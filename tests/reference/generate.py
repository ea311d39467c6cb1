#!/usr/bin/env python3
"""Independent reference values for pondus.

Usage: python generate.py OUTDIR

Writes bcg.json, sim_k20.json, sim_k8_boundary.json, effect_sizes.json and
the data files bcg.csv, sim_k20.csv, sim_k8_boundary.csv into OUTDIR.

Every number in the JSON files is computed here, with numpy/scipy (our own
implementation of the formulas in README.md) and, as a second route where it
has the functionality, statsmodels.  The only typed-in numbers are the data
sets (BCG: transcribed from memory; simulated: generated here with a fixed
seed) and the values labelled "published, from memory", which are only ever
compared with, never used as fixture values.

See README.md in this directory for the layout and provenance of every block.
"""

import csv
import io
import json
import math
import os
import platform
import sys

import numpy as np
import pandas
import scipy
import statsmodels
from scipy import optimize, stats
from statsmodels.regression.linear_model import WLS
from statsmodels.stats import meta_analysis as sm_meta

EPS = np.finfo(float).eps
BRENT_KW = dict(xtol=1e-15, rtol=4 * EPS, maxiter=1000, full_output=False)
LEVEL = 0.95
ALPHA = 1 - LEVEL
ESTIMATORS = ["reml", "ml", "dl", "pm", "he", "sj", "none"]
SM_TOL = 1e-10  # own implementation vs statsmodels WLS
CE_TOL = 1e-8  # own implementation vs statsmodels combine_effects

OWN = "own numpy/scipy implementation (tests/reference/generate.py)"
PUBLISHED_LABEL = "published, from memory; approximate, 4 decimals"

failures = []


def fail(msg):
    failures.append(msg)
    print("CROSS-CHECK FAILURE: " + msg, file=sys.stderr)


def close(a, b, tol):
    """|a-b| <= tol * max(1, |a|, |b|)"""
    return abs(a - b) <= tol * max(1.0, abs(a), abs(b))


def check_close(what, a, b, tol):
    a = np.atleast_1d(np.asarray(a, dtype=float))
    b = np.atleast_1d(np.asarray(b, dtype=float))
    if a.shape != b.shape:
        fail(f"{what}: shape {a.shape} vs {b.shape}")
        return float("inf")
    worst = 0.0
    for x, y in zip(a.ravel(), b.ravel()):
        d = abs(x - y) / max(1.0, abs(x), abs(y))
        worst = max(worst, d)
        if not close(x, y, tol):
            fail(f"{what}: {x!r} vs {y!r} (scaled diff {d:.3e} > {tol})")
    return worst


def fl(x):
    """plain python float (or None) for JSON"""
    if x is None:
        return None
    x = float(x)
    if not math.isfinite(x):
        raise ValueError("non-finite value in fixture")
    return x


def source_header():
    return {
        "generator": "tests/reference/generate.py",
        "python": platform.python_version(),
        "python_implementation": platform.python_implementation(),
        "libraries": {
            "numpy": np.__version__,
            "scipy": scipy.__version__,
            "statsmodels": statsmodels.__version__,
            "pandas": pandas.__version__,
        },
    }


# --------------------------------------------------------------------------
# core linear algebra at a given tau^2


def at_tau2(y, v, X, tau2):
    w = 1.0 / (v + tau2)
    XtW = X.T * w
    XtWX = XtW @ X
    inv = np.linalg.inv(XtWX)
    beta = np.linalg.solve(XtWX, XtW @ y)
    r = y - X @ beta
    q = float(np.sum(w * r * r))
    # tr(P) = sum(w) - tr((X'WX)^{-1} X'W^2X)
    trP = float(np.sum(w) - np.trace(inv @ ((X.T * w * w) @ X)))
    return {"w": w, "XtWX": XtWX, "inv": inv, "beta": beta, "r": r, "q": q, "trP": trP}


def q_of(y, v, X, tau2):
    return at_tau2(y, v, X, tau2)["q"]


def loglik(y, v, X, tau2, reml):
    a = at_tau2(y, v, X, tau2)
    val = np.sum(np.log(v + tau2)) + a["q"]
    if reml:
        sign, logdet = np.linalg.slogdet(a["XtWX"])
        val += logdet
    return -0.5 * float(val)


def score(y, v, X, tau2, reml):
    a = at_tau2(y, v, X, tau2)
    s = np.sum(a["w"] ** 2 * a["r"] ** 2)
    if reml:
        return 0.5 * float(s - a["trP"])
    return 0.5 * float(s - np.sum(a["w"]))


def generous_upper(y, v):
    tss = float(np.sum((y - np.mean(y)) ** 2))
    return max(tss / (len(y) - 1), float(np.max(v)), 1e-6)


def find_root_decreasing(f, lo, start_hi):
    """root of a function that is > 0 at lo and eventually < 0."""
    hi = start_hi
    n = 0
    while f(hi) > 0:
        hi *= 2.0
        n += 1
        if n > 200:
            raise RuntimeError("could not bracket root")
    return optimize.brentq(f, lo, hi, **BRENT_KW)


# --------------------------------------------------------------------------
# tau^2 estimators


def tau2_dl(y, v, X):
    k, p = X.shape
    a = at_tau2(y, v, X, 0.0)
    num = a["q"] - (k - p)
    den = a["trP"]  # sum(w) - tr((X'WX)^{-1} X'W^2 X), FE weights
    return max(0.0, num / den), num / den


def ols_parts(y, v, X):
    XtX_inv = np.linalg.inv(X.T @ X)
    b = np.linalg.solve(X.T @ X, X.T @ y)
    r = y - X @ b
    rss = float(r @ r)
    tr = float(np.trace(XtX_inv @ ((X.T * v) @ X)))
    return rss, tr


def tau2_he(y, v, X):
    k, p = X.shape
    rss, tr = ols_parts(y, v, X)
    raw = (rss - (np.sum(v) - tr)) / (k - p)
    return max(0.0, float(raw)), float(raw)


def tau2_sj(y, v, X):
    k, p = X.shape
    rss, _ = ols_parts(y, v, X)
    t0 = rss / k
    a = at_tau2(y, v, X, t0)
    direct = float(np.sum(t0 / (v + t0) * a["r"] ** 2) / (k - p))
    via_q = t0 * a["q"] / (k - p)
    if not close(direct, via_q, 1e-12):
        fail(f"SJ two forms disagree {direct} {via_q}")
    return direct, t0


def tau2_pm(y, v, X):
    k, p = X.shape
    target = k - p
    f = lambda t: q_of(y, v, X, t) - target
    if f(0.0) <= 0:
        return 0.0
    return find_root_decreasing(f, 0.0, generous_upper(y, v))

=-=-=-=-=

Provide a verbatim copy of all the entries.

filename tests/reference/generate.py
repository ea311d39467c6cb1
#!/usr/bin/env python3
"""Independent reference values for pondus.

Usage: python generate.py OUTDIR

Writes bcg.json, sim_k20.json, sim_k8_boundary.json, effect_sizes.json and
the data files bcg.csv, sim_k20.csv, sim_k8_boundary.csv into OUTDIR.

Every number in the JSON files is computed here, with numpy/scipy (our own
implementation of the formulas in README.md) and, as a second route where it
has the functionality, statsmodels.  The only typed-in numbers are the data
sets (BCG: transcribed from memory; simulated: generated here with a fixed
seed) and the values labelled "published, from memory", which are only ever
compared with, never used as fixture values.

See README.md in this directory for the layout and provenance of every block.
"""

import csv
import io
import json
import math
import os
import platform
import sys

import numpy as np
import pandas
import scipy
import statsmodels
from scipy import optimize, stats
from statsmodels.regression.linear_model import WLS
from statsmodels.stats import meta_analysis as sm_meta

EPS = np.finfo(float).eps
BRENT_KW = dict(xtol=1e-15, rtol=4 * EPS, maxiter=1000, full_output=False)
LEVEL = 0.95
ALPHA = 1 - LEVEL
ESTIMATORS = ["reml", "ml", "dl", "pm", "he", "sj", "none"]
SM_TOL = 1e-10  # own implementation vs statsmodels WLS
CE_TOL = 1e-8  # own implementation vs statsmodels combine_effects

OWN = "own numpy/scipy implementation (tests/reference/generate.py)"
PUBLISHED_LABEL = "published, from memory; approximate, 4 decimals"

failures = []


def fail(msg):
    failures.append(msg)
    print("CROSS-CHECK FAILURE: " + msg, file=sys.stderr)


def close(a, b, tol):
    """|a-b| <= tol * max(1, |a|, |b|)"""
    return abs(a - b) <= tol * max(1.0, abs(a), abs(b))


def check_close(what, a, b, tol):
    a = np.atleast_1d(np.asarray(a, dtype=float))
    b = np.atleast_1d(np.asarray(b, dtype=float))
    if a.shape != b.shape:
        fail(f"{what}: shape {a.shape} vs {b.shape}")
        return float("inf")
    worst = 0.0
    for x, y in zip(a.ravel(), b.ravel()):
        d = abs(x - y) / max(1.0, abs(x), abs(y))
        worst = max(worst, d)
        if not close(x, y, tol):
            fail(f"{what}: {x!r} vs {y!r} (scaled diff {d:.3e} > {tol})")
    return worst


def fl(x):
    """plain python float (or None) for JSON"""
    if x is None:
        return None
    x = float(x)
    if not math.isfinite(x):
        raise ValueError("non-finite value in fixture")
    return x


def source_header():
    return {
        "generator": "tests/reference/generate.py",
        "python": platform.python_version(),
        "python_implementation": platform.python_implementation(),
        "libraries": {
            "numpy": np.__version__,
            "scipy": scipy.__version__,
            "statsmodels": statsmodels.__version__,
            "pandas": pandas.__version__,
        },
    }


# --------------------------------------------------------------------------
# core linear algebra at a given tau^2


def at_tau2(y, v, X, tau2):
    w = 1.0 / (v + tau2)
    XtW = X.T * w
    XtWX = XtW @ X
    inv = np.linalg.inv(XtWX)
    beta = np.linalg.solve(XtWX, XtW @ y)
    r = y - X @ beta
    q = float(np.sum(w * r * r))
    # tr(P) = sum(w) - tr((X'WX)^{-1} X'W^2X)
    trP = float(np.sum(w) - np.trace(inv @ ((X.T * w * w) @ X)))
    return {"w": w, "XtWX": XtWX, "inv": inv, "beta": beta, "r": r, "q": q, "trP": trP}


def q_of(y, v, X, tau2):
    return at_tau2(y, v, X, tau2)["q"]


def loglik(y, v, X, tau2, reml):
    a = at_tau2(y, v, X, tau2)
    val = np.sum(np.log(v + tau2)) + a["q"]
    if reml:
        sign, logdet = np.linalg.slogdet(a["XtWX"])
        val += logdet
    return -0.5 * float(val)


def score(y, v, X, tau2, reml):
    a = at_tau2(y, v, X, tau2)
    s = np.sum(a["w"] ** 2 * a["r"] ** 2)
    if reml:
        return 0.5 * float(s - a["trP"])
    return 0.5 * float(s - np.sum(a["w"]))


def generous_upper(y, v):
    tss = float(np.sum((y - np.mean(y)) ** 2))
    return max(tss / (len(y) - 1), float(np.max(v)), 1e-6)


def find_root_decreasing(f, lo, start_hi):
    """root of a function that is > 0 at lo and eventually < 0."""
    hi = start_hi
    n = 0
    while f(hi) > 0:
        hi *= 2.0
        n += 1
        if n > 200:
            raise RuntimeError("could not bracket root")
    return optimize.brentq(f, lo, hi, **BRENT_KW)


# --------------------------------------------------------------------------
# tau^2 estimators


def tau2_dl(y, v, X):
    k, p = X.shape
    a = at_tau2(y, v, X, 0.0)
    num = a["q"] - (k - p)
    den = a["trP"]  # sum(w) - tr((X'WX)^{-1} X'W^2 X), FE weights
    return max(0.0, num / den), num / den


def ols_parts(y, v, X):
    XtX_inv = np.linalg.inv(X.T @ X)
    b = np.linalg.solve(X.T @ X, X.T @ y)
    r = y - X @ b
    rss = float(r @ r)
    tr = float(np.trace(XtX_inv @ ((X.T * v) @ X)))
    return rss, tr


def tau2_he(y, v, X):
    k, p = X.shape
    rss, tr = ols_parts(y, v, X)
    raw = (rss - (np.sum(v) - tr)) / (k - p)
    return max(0.0, float(raw)), float(raw)


def tau2_sj(y, v, X):
    k, p = X.shape
    rss, _ = ols_parts(y, v, X)
    t0 = rss / k
    a = at_tau2(y, v, X, t0)
    direct = float(np.sum(t0 / (v + t0) * a["r"] ** 2) / (k - p))
    via_q = t0 * a["q"] / (k - p)
    if not close(direct, via_q, 1e-12):
        fail(f"SJ two forms disagree {direct} {via_q}")
    return direct, t0


def tau2_pm(y, v, X):
    k, p = X.shape
    target = k - p
    f = lambda t: q_of(y, v, X, t) - target
    if f(0.0) <= 0:
        return 0.0
    return find_root_decreasing(f, 0.0, generous_upper(y, v))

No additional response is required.